The effect of “The Force Awakens” and the overall “Star Wars” sequel trilogy on this show is hard to shake. Willow seems initially like a mix of both the elder Han Solo and Luke Skywalker, while one particularly important character echoes Rey by saying “I’m nobody!” at one key point. But the recap style of the opening installments is at least clear enough to those of us who know “Willow” only from long-ago viewings to pick up the basic good vs. evil rehash going on in the show.
Aside from feeling like a two-hour movie stretched to a length of eight hours, easily the most baffling thing about “Willow” is its imbalance between a tendency to make fun of its medieval trappings with modern humor and references, and a tendency to embrace those medieval trappings with sincerity. This show doesn’t know if it wants to make fun of itself or be a proudly old-fashioned Middle Ages-style adventure. Sometimes the show seems to very badly want to be cool and edgy, which would have to explain the presence of modern covers of “Enter Sandman”, “The Hurdy Gurdy Man”, and “Black Hole Sun” playing over the end credits.
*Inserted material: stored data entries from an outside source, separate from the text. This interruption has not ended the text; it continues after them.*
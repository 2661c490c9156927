"""Report text built from a :class:`FitResult`: the one place for every sentence.

:func:`estimates_text`, :func:`correlation_text`, :func:`points_csv` and
:func:`curve_csv` write a fit's estimates, correlations, per-point table and fitted
curve as plain text, TSV, Markdown, LaTeX (plain or siunitx) or HTML. Every estimates
text carries a *method* block (:func:`method_lines`) that states how the numbers were
obtained, where the data came from (:func:`data_lines`) and the one :data:`CAUTION`.
:func:`method_statement` says the same in one paragraph for the report.

Numbers are formatted by :mod:`fitcore.numbers`; nothing here imports Qt.
"""
from __future__ import annotations

import csv
import html
import io
import math
import re
from dataclasses import dataclass
from typing import Mapping, Sequence

import numpy as np

from . import __version__
from .numbers import (format_correlation, format_interval, format_uncertainty, format_value,
                      held_value_text, interval_limits)
from .numbers import full_precision as _full
from .units import resolve_unit
from .weighting import rule_text

__all__ = [
    "CAUTION",
    "FORMATS",
    "estimates_text",
    "correlation_text",
    "method_lines",
    "method_statement",
    "estimate_cells",
    "signoff_lines",
    "signoff_html",
    "siunitx_unit",
    "DataRecord",
    "data_lines",
    "point_label",
    "loss_title",
    "NO_REASON",
    "HELD_NOTE",
    "loss_label",
    "alpha_text",
    "scale_text",
    "convergence_text",
    "excluded_points_text",
    "resolve_unit",
    "point_status",
    "points_csv",
    "curve_csv",
]

#: Output formats understood by :func:`estimates_text` and :func:`correlation_text`.
FORMATS = ("plain", "tsv", "markdown", "latex", "siunitx", "html")

#: The one caution text: printed by the window, every copy and the report whenever the
#: fit down-weighted or excluded points, or used a robust loss.
CAUTION = (
    "Robust weights are not a licence to discard data; follow your laboratory's "
    "documented procedures and the applicable standard for regulated or clinical work."
)


def loss_title(name: str) -> str:
    """The human title of a loss (``"Huber"``, ``"Tukey biweight"``) from the loss
    registry (``fitcore.losses.LOSSES``); an unknown name is an error, never printed
    as it is."""
    # here, not at the top: fitcore.report (format_value & co.) loads without scipy
    from .losses import LOSSES
    from .losses import loss_title as registry_title

    name = str(name)
    if name not in LOSSES:
        raise ValueError(f"unknown loss {name!r}: no title to print")
    return registry_title(name)


def loss_label(res, *, shape: bool = True) -> str:
    """The loss in words: its title, tuning constant and shape (``"Huber; tuning
    constant 1.345 × scale"``), never its internal name. The adaptive loss has no
    tuning constant to state (its width is the fitted scale itself). ``shape=False``
    leaves the shape out (for a summary that states it on a line of its own)."""
    name = str(res.loss)
    parts = [loss_title(name)]
    if (name != "adaptive" and res.tuning is not None
            and math.isfinite(float(res.tuning))):
        parts.append(f"tuning constant {float(res.tuning):.6g} × scale")
    if shape and res.alpha is not None:
        parts.append(f"shape alpha = {alpha_text(res)}")
    return "; ".join(parts)


def scale_text(res, y_unit: str = "") -> str:
    """The scale with its unit and how it was obtained: ``"0.0019 mV, normalised MAD
    of the residuals, ..."``; in units of sigma when sigma are absolute."""
    scale_unit = ""
    if res.sigma is None or res.sigma_mode == "none":
        scale_unit = f" {y_unit}" if y_unit else ""
    elif res.sigma_mode == "absolute":
        scale_unit = " (in units of sigma)"
    scale = f"{float(res.scale):.6g}{scale_unit}"
    if res.scale_method:
        scale += f", {res.scale_method}"
    return scale


def alpha_text(res) -> str:
    """The shape alpha of a general or adaptive fit in words: ``"1, fixed"``, a fitted
    ``"0.055(59), fitted"``, or at the end of the adaptive loss's range ``"0, fitted at
    the end of its range 0 to 2, no standard uncertainty"``; ``""`` for a loss without
    a shape."""
    if res.alpha is None:
        return ""
    alpha = float(res.alpha)
    if str(res.loss) != "adaptive":
        return f"{alpha:.6g}, fixed"
    se = res.alpha_stderr
    if se is not None and math.isfinite(float(se)) and float(se) > 0:
        return f"{format_value(alpha, float(se))}, fitted"
    if alpha <= 0.0 or alpha >= 2.0:
        return f"{alpha:.6g}, fitted at the end of its range 0 to 2, no standard uncertainty"
    return f"{alpha:.6g}, fitted, no standard uncertainty"


def _version() -> str:
    return str(__version__)


def _is_robust(res) -> bool:
    return str(res.loss) != "l2"


def _needs_caution(res) -> bool:
    return _is_robust(res) or res.n_excluded > 0 or res.n_downweighted > 0


class _Items(str):
    """Text joined from ``items`` with ``"; "``, keeping the items (for layouts that
    put one item a line)."""

    items: tuple[str, ...]

    def __new__(cls, items):
        obj = super().__new__(cls, "; ".join(items))
        obj.items = tuple(items)
        return obj


#: excluded points listed by name in a report's method block; the rest are counted
MAX_LISTED_EXCLUSIONS = 20


def _g10(x) -> str:
    x = float(x)
    return _full(x) if not math.isfinite(x) else f"{x:.10g}"


def _one_line(text) -> str:
    return " ".join(str(text).split())


#: written for an exclusion whose reason was not given
NO_REASON = "NO REASON GIVEN"


def point_label(i: int, rows=None) -> str:
    """The one identifier of point ``i`` (0-based) in every text: ``"row 13"``, its
    row in the data file (as a spreadsheet shows it), when the file rows are known
    (``rows[i]``); otherwise ``"point 7"`` (its place in the data, index + 1)."""
    if rows is not None:
        try:
            r = rows[int(i)]
        except (IndexError, TypeError):
            r = None
        if r is not None:
            return f"row {int(r)}"
    return f"point {int(i) + 1}"


def excluded_points_text(res, reasons: Mapping[int, str] | None = None,
                         limit: int = MAX_LISTED_EXCLUSIONS, *, rows=None) -> str:
    """The excluded points, compactly: ``"row 9 (x = 3.0, y = 17.5): pipette bubble; ..."``.

    Each point is named by :func:`point_label` (its file row when ``rows``, the file
    row of every point, is given); x and y are given to 10 significant digits (as in
    the report's exclusion record). ``reasons`` maps a point index (0-based) to the
    analyst's reason; with ``reasons`` given a point without one is marked
    :data:`NO_REASON`, without it no reason part is written. At most ``limit`` points
    are listed, then ``"and N more"``. Returns ``"none"`` when no point is excluded.
    The result is a ``str`` whose ``items`` attribute holds the entries.
    """
    idx = [int(i) for i in np.flatnonzero(np.asarray(res.excluded, dtype=bool))]
    if not idx:
        return _Items(["none"])
    items = []
    for i in idx[: max(int(limit), 0)]:
        item = f"{point_label(i, rows)} (x = {_g10(res.x[i])}, y = {_g10(res.y[i])})"
        if reasons is not None:
            reason = _one_line(reasons.get(i, "") or "")
            item += f": {reason or NO_REASON}"
        items.append(item)
    rest = len(idx) - len(items)
    if rest > 0:
        items.append(f"and {rest} more")
    return _Items(items)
And some of the dialogue is aggressively anachronistic. Consider how one character is asked if they’ve ever been in a fight and responds, “You mean, like, verbally?” Or consider when Willow berates someone as being “the worst apprentice ever.” Jokes such as these owe a debt to the writing style of Joss Whedon, from as far back as “Buffy the Vampire Slayer” (which at least was set in the present, allowing for snark and hipper-than-thou sarcasm), and seem out of place with the film. So it’s somewhat difficult to grasp who this show is for – will the diehard fans want a show that’s only partly similar to the film they love? Leaving that aside, some of the jokes feel intentionally juvenile, but the fantastical elements are dark and spooky enough to imply an audience above the elementary-school set.
Whether or not the audience for a “Willow” TV series is legion is arguably immaterial — the show just needs to be entertaining enough to work. Though there are a number of inexplicably surprising cameos in the show, including at least one Emmy winner who’s next to unrecognizable as a friendly forest-dweller, “Willow” is most fascinating to watch from a standpoint of cultural anthropology, without being entertaining enough. The strange brew of 21st-century-style dialogue (with many of the younger actors’ American accents warring with Davis’ natural English tones, aside from their anachronistic chatter), glib tone, swordplay, and head-scratchers like a “Crimson and Clover” cover (because … sure? Why not?) lands with a bit of a thud after the recently completed first season of Lucasfilm’s last effort, “Andor.” “Willow” isn’t trying to be adult or mature in that way, but the sense of epic scope needed for an adventure like this to work is hiding behind faux-sly humor that belies a lack of confidence in the story.
“Willow” premieres November 30, 2022, on Disney+.